┌──

/// [`integrate_cells`] compiled for AVX2 (a group in two registers;
/// without fused multiply-add, so the bits are those of the portable build).
#[cfg(target_arch = "x86_64")]
#[target_feature(enable = "avx2")]
unsafe fn integrate_cells_avx2(
    cells: &mut [(CellState, CellEnv, CellReport)],
    which: &[usize],
    p: &MicroParams,
    dt: f64,
) -> Result<(), (usize, String)> {
    // Closures do not take on the caller's target features, so the rate
    // function is called through its own AVX2 build.
    integrate_cells_with(cells, which, p, dt, |y, env, p, dy, w| {
        // SAFETY: this function runs only where the processor has AVX2.
        unsafe { evaluate_avx2(y, env, p, dy, w) }
    })
}

/// The grouped integration with the rate function `eval` ([`evaluate`] for
/// groups, in the build the processor allows).
#[inline(always)]
fn integrate_cells_with(
    cells: &mut [(CellState, CellEnv, CellReport)],
    which: &[usize],
    p: &MicroParams,
    dt: f64,
    eval: impl Fn(
        &[Cells; 8],
        &CellEnv<Cells>,
        &MicroParams,
        &mut [Cells; 8],
        &mut [Cells; rates::N_TRANSFERS],
    ),
) -> Result<(), (usize, String)> {
    let tol = integrator::Tolerance {
        relative: p.rtol,
        absolute: p.atol,
    };
    // Stage buffers, cleared once per call rather than per group, and only
    // for the pair in use (the unused pair's 17 KiB of clearing and copying
    // was 0.8 % of the demo's instructions).
    let zero = Cells::default();
    let mut bogacki_shampine = None;
    let mut dormand_prince = None;
    // Built on first use: `get_or_insert` would build the buffers for every
    // group, which is what this avoids.
    #[allow(clippy::unnecessary_lazy_evaluations)]
    for group in which.chunks(WIDTH) {
        let lane = |i: usize| group[i.min(group.len() - 1)];
        // Transposed with plain loops (`array::map` over eight lanes was not
        // inlined).
        let mut y0 = [Cells::default(); 8];
        for i in 0..WIDTH {
            let y = state_vector(&cells[lane(i)].0);
            for v in 0..8 {
                y0[v].0[i] = y[v];
            }
        }
        let env = CellEnv::gather(std::array::from_fn(|i| &cells[lane(i)].1));
        let mut first = (
            [Cells::default(); 8],
            [Cells::default(); rates::N_TRANSFERS],
        );
        eval(&y0, &env, p, &mut first.0, &mut first.1);
        let moving = first.1.iter().fold(CellsMask([0; WIDTH]), |m, &w| {
            m | Lane::ne(w, Cells::splat(0.0))
        });
        if !moving.any() {
            continue;
        }
        let rhs = |y: &[Cells; 8], dy: &mut [Cells; 8], w: &mut [Cells; rates::N_TRANSFERS]| {
            eval(y, &env, p, dy, w)
        };
        let (error, y, integrals) = match p.integrator {
            Integrator::BogackiShampine1989 => {
                let pair = &integrator::BOGACKI_SHAMPINE_1989;
                let stages = bogacki_shampine
                    .get_or_insert_with(|| ([[zero; 8]; 4], [[zero; rates::N_TRANSFERS]; 4]));
                integrator::whole_step(pair, rhs, y0, first, dt, tol, stages)
            }
            Integrator::DormandPrince1980 => {
                let pair = &integrator::DORMAND_PRINCE_1980;
                let stages = dormand_prince
                    .get_or_insert_with(|| ([[zero; 8]; 7], [[zero; rates::N_TRANSFERS]; 7]));
                integrator::whole_step(pair, rhs, y0, first, dt, tol, stages)
            }
            // The reference integrator takes every cell on its own.
            Integrator::OdeSolversDopri5 => (Cells::splat(f64::INFINITY), y0, first.1),
        };
        let accepted = error.le(Cells::splat(1.0));
        // The reference integrator repeats the whole step itself.
        let trial_taken = p.integrator != Integrator::OdeSolversDopri5;
        for (i, &k) in group.iter().enumerate() {
            if !moving.get(i) {
                continue;
            }
            let (cell, env, report) = &mut cells[k];
            // Lane i out of the group with plain loops: `array::map` here
            // was inlined in some builds and not in others (an unrelated
            // change of the crate once cost 1.6 % of the demo's
            // instructions in calls to it).
            if accepted.get(i) {
                *cell = cell_of(lane_of(&y, i));
                report.transfers = lane_of(&integrals, i);
            } else {
                let one = (lane_of(&first.0, i), lane_of(&first.1, i));
                let trial = trial_taken.then(|| error.0[i]);
                let end = integrate_cell(state_vector(cell), one, *env, p, dt, report, trial)
                    .map_err(|e| (k, e))?;
                *cell = cell_of(end);
            }
        }
    }
    Ok(())
}
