fn config_with_sweep(extra: &str) -> std::path::PathBuf {
    let base = std::fs::read_to_string(repo("configs/tripole_flashes.toml")).unwrap();
    let text = base.replace("duration = 10800.0", "duration = 3600.0") + extra;
    // Named by the text's hash: tests running side by side with different
    // configurations of the same length must not share a file.
    let p = scratch(&format!(
        "sweep_{}.toml",
        stormcharge::sweep::fingerprint(&text)
    ));
    std::fs::write(&p, text).unwrap();
    p
}

fn sweep(config: &std::path::Path, dir: &str, args: &[&str]) -> std::process::Output {
    let out = scratch(dir);
    bin()
        .args(["sweep", "--quiet"])
        .arg(config)
        .arg("-o")
        .arg(&out)
        .args(args)
        .output()
        .unwrap()
}

/// [`sweep`] that must succeed (its standard error shown when it does not).
fn sweep_ok(config: &std::path::Path, dir: &str, args: &[&str]) {
    let o = sweep(config, dir, args);
    assert_eq!(
        o.status.code(),
        Some(0),
        "{}",
        String::from_utf8_lossy(&o.stderr)
    );
}

fn read(dir: &str, name: &str) -> String {
    std::fs::read_to_string(scratch(dir).join(name)).unwrap()
}

fn data(dir: &str, member: usize) -> Vec<(String, Vec<u64>)> {
    let f = netcdf::open(scratch(dir).join(format!("member_{member:04}.nc"))).unwrap();
    f.variables()
        .map(|v| {
            let vals: Vec<f64> = match v.vartype() {
                netcdf::types::NcVariableType::Int(_) => v
                    .get_values::<i32, _>(..)
                    .unwrap()
                    .into_iter()
                    .map(f64::from)
                    .collect(),
                _ => v.get_values::<f64, _>(..).unwrap(),
            };
            (v.name(), vals.into_iter().map(f64::to_bits).collect())
        })
        .collect()
}

#[test]
fn thread_count_does_not_change_results() {
    let cfg = config_with_sweep(SWEEP);
    for (dir, threads) in [("one_thread", "1"), ("two_threads", "2")] {
        sweep_ok(&cfg, dir, &["--threads", threads]);
    }
    let a = read("one_thread", "summary.csv");
    assert_eq!(a, read("two_threads", "summary.csv"));
    assert_eq!(a.lines().count(), 1 + 6, "{a}");
    assert!(a.lines().nth(1).unwrap().starts_with("1,0.3,2000.0,ok,"));
    for m in 1..=6 {
        assert_eq!(data("one_thread", m), data("two_threads", m), "member {m}");
    }
    // The NetCDF summary holds the same members and outcomes.
    let f = netcdf::open(scratch("one_thread").join("summary.nc")).unwrap();
    let ic: Vec<f64> = f
        .variable("flashes_intracloud")
        .unwrap()
        .get_values(..)
        .unwrap();
    let csv_ic: Vec<f64> = a
        .lines()
        .skip(1)
        .map(|l| l.split(',').nth(4).unwrap().parse().unwrap())
        .collect();
    assert_eq!(ic, csv_ic);
    assert!(ic.iter().all(|&n| n > 0.0));
    // Text outcomes (written one variable per call) read back as the CSV
    // has them, member by member; no member failed, so every error is empty.
    let header: Vec<&str> = a.lines().next().unwrap().split(',').collect();
    let column = header
        .iter()
        .position(|h| *h == "structure_at_peak_separation")
        .unwrap();
    let structure = f.variable("structure").unwrap();
    let error = f.variable("error").unwrap();
    for (m, line) in a.lines().skip(1).enumerate() {
        let word = line.split(',').nth(column).unwrap();
        assert!(!word.is_empty());
        assert_eq!(structure.get_string([m]).unwrap(), word);
        assert_eq!(error.get_string([m]).unwrap(), "");
    }
}

#[test]
fn shards_merge_into_the_unsharded_summary() {
    let cfg = config_with_sweep(SWEEP);
    let o = sweep(&cfg, "whole", &[]);
    assert_eq!(o.status.code(), Some(0));
    for k in 1..=3 {
        sweep_ok(&cfg, "sharded", &["--shard", &format!("{k}/3")]);
    }
    succeed(bin().arg("sweep-merge").arg(scratch("sharded")));
    assert_eq!(read("sharded", "summary.csv"), read("whole", "summary.csv"));
    // The merge writes the same files as the unsharded sweep, NetCDF included.
    let dump = |dir: &str| {
        let f = netcdf::open(scratch(dir).join("summary.nc")).unwrap();
        let mut names: Vec<String> = f.variables().map(|v| v.name()).collect();
        names.sort();
        let peak: Vec<f64> = f.variable("peak_field").unwrap().get_values(..).unwrap();
        (names, peak.iter().map(|x| x.to_bits()).collect::<Vec<_>>())
    };
    assert_eq!(dump("sharded"), dump("whole"));
    // A missing shard is an error naming it.
    std::fs::remove_file(scratch("sharded").join("summary_shard_2_of_3.csv")).unwrap();
    let o = bin()
        .arg("sweep-merge")
        .arg(scratch("sharded"))
        .output()
        .unwrap();
    assert_eq!(o.status.code(), Some(2));
    assert!(String::from_utf8_lossy(&o.stderr).contains("shard 2 of 3 is missing"));
    let o = sweep(&cfg, "bad_shard", &["--shard", "4/3"]);
    assert_eq!(o.status.code(), Some(2));
}

#[test]
fn a_failing_member_does_not_stop_the_others() {
    // Member 2 is a valid configuration that fails while it runs: with
    // discharges off and a conventional-breakdown field of 100 kV/m the
    // growing tripole's field passes breakdown and the run guard stops it.
    let cfg = config_with_sweep(
        r#"
[sweep]
combine = "zip"
[[sweep.parameters]]
key = "discharge.enabled"
values = [true, false, true]
[[sweep.parameters]]
key = "breakdown.conventional_field"
values = [3.0e6, 1.0e5, 3.0e6]
"#,
    );
    // The others run and the summary is written; the exit code says that
    // a member failed (3, docs/sweeps.md), and the failed row has empty
    // outcome fields, not zeros.
    let o = sweep(&cfg, "with_failure", &[]);
    assert_eq!(
        o.status.code(),
        Some(3),
        "{}",
        String::from_utf8_lossy(&o.stderr)
    );
    assert!(String::from_utf8_lossy(&o.stderr).contains("1 of 3 sweep members failed"));
    let s = read("with_failure", "summary.csv");
    let rows: Vec<&str> = s.lines().skip(1).collect();
    assert!(rows[0].contains(",ok,") && rows[2].contains(",ok,"));
    assert!(
        rows[1].contains(",failed,,,,,,,,,") && rows[1].contains("conventional breakdown"),
        "{}",
        rows[1]
    );
    assert!(scratch("with_failure").join("member_0003.nc").exists());
    assert!(!scratch("with_failure").join("member_0002.nc").exists());
}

└──

Work order =
Provide nothing but the number of lines in the material above in which the string "must" is found.

Written reply =
2